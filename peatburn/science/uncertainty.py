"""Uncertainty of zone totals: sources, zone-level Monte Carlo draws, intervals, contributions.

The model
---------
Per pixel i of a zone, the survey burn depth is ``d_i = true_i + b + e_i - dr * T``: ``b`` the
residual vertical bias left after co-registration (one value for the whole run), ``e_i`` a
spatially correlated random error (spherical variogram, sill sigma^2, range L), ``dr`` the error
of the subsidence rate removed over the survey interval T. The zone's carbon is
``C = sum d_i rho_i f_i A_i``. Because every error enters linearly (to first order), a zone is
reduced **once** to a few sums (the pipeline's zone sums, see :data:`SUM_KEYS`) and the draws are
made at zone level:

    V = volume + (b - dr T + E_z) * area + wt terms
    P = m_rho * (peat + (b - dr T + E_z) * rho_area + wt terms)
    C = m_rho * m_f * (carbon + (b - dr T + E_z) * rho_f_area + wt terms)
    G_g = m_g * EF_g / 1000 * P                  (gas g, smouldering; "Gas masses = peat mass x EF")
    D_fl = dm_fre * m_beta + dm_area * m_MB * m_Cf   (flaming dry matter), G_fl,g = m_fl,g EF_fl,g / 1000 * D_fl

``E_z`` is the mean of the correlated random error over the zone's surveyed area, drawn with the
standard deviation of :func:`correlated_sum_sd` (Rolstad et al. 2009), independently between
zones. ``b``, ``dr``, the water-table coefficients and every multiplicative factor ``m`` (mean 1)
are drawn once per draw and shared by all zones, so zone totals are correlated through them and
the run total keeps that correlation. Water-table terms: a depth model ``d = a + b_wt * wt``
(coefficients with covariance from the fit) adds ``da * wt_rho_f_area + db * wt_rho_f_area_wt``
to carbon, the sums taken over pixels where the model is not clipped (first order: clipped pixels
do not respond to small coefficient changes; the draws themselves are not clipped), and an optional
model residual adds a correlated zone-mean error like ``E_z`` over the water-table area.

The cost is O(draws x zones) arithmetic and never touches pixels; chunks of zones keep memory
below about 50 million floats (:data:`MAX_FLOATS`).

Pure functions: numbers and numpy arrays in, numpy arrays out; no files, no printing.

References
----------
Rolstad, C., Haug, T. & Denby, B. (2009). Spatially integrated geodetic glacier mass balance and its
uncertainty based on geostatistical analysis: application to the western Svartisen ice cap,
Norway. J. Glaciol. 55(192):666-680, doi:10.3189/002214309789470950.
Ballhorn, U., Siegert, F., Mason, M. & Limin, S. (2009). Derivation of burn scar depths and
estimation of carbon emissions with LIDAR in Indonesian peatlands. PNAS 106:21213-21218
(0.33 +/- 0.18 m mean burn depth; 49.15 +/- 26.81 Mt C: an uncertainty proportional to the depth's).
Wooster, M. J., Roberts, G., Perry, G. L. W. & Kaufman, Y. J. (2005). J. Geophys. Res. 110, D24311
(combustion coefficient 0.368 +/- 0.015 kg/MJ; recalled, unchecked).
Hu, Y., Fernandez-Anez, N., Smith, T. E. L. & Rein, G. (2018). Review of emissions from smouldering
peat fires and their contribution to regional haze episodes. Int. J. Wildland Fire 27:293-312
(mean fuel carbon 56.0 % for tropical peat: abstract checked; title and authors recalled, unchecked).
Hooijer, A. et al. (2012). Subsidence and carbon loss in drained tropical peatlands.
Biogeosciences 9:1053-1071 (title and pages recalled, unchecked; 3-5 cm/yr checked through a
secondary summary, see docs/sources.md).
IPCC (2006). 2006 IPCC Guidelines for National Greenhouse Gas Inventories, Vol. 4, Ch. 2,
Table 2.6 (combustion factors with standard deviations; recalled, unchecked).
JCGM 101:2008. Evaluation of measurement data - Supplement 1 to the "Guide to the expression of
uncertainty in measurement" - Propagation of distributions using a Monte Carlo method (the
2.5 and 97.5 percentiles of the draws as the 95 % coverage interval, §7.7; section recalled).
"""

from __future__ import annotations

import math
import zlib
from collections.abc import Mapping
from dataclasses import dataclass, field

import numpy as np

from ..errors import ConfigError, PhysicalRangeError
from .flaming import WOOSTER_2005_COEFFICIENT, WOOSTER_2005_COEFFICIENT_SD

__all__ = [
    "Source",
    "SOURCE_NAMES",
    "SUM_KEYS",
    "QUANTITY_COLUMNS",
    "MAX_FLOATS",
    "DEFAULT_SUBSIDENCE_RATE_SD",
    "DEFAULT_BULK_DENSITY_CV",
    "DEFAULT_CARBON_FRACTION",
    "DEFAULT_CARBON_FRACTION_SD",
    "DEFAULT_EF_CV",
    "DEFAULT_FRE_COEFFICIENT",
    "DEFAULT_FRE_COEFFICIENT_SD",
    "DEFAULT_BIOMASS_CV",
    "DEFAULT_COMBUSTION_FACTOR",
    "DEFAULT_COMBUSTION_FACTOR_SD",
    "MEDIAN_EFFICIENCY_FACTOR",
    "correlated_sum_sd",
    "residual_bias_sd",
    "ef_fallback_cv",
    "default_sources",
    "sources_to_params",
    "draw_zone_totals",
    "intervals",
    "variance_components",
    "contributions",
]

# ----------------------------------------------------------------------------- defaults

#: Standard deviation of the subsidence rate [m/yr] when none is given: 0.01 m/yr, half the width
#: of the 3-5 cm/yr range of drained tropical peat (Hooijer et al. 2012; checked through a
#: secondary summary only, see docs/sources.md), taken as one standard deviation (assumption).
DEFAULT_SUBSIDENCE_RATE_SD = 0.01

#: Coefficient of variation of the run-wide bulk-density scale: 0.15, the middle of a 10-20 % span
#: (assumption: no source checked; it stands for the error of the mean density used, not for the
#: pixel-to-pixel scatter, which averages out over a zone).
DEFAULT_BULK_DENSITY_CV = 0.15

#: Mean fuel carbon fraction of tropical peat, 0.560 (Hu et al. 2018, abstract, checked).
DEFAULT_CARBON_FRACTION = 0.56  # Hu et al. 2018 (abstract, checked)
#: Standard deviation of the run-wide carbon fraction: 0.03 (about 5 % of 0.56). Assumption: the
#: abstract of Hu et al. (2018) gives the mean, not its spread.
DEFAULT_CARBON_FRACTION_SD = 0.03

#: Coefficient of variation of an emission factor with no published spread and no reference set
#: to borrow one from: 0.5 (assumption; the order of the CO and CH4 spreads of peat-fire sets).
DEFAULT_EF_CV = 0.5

**The task**
Above are the entries; copy every line among them that contains the word "clipped".

**Task solution**
to carbon, the sums taken over pixels where the model is not clipped (first order: clipped pixels
do not respond to small coefficient changes; the draws themselves are not clipped), and an optional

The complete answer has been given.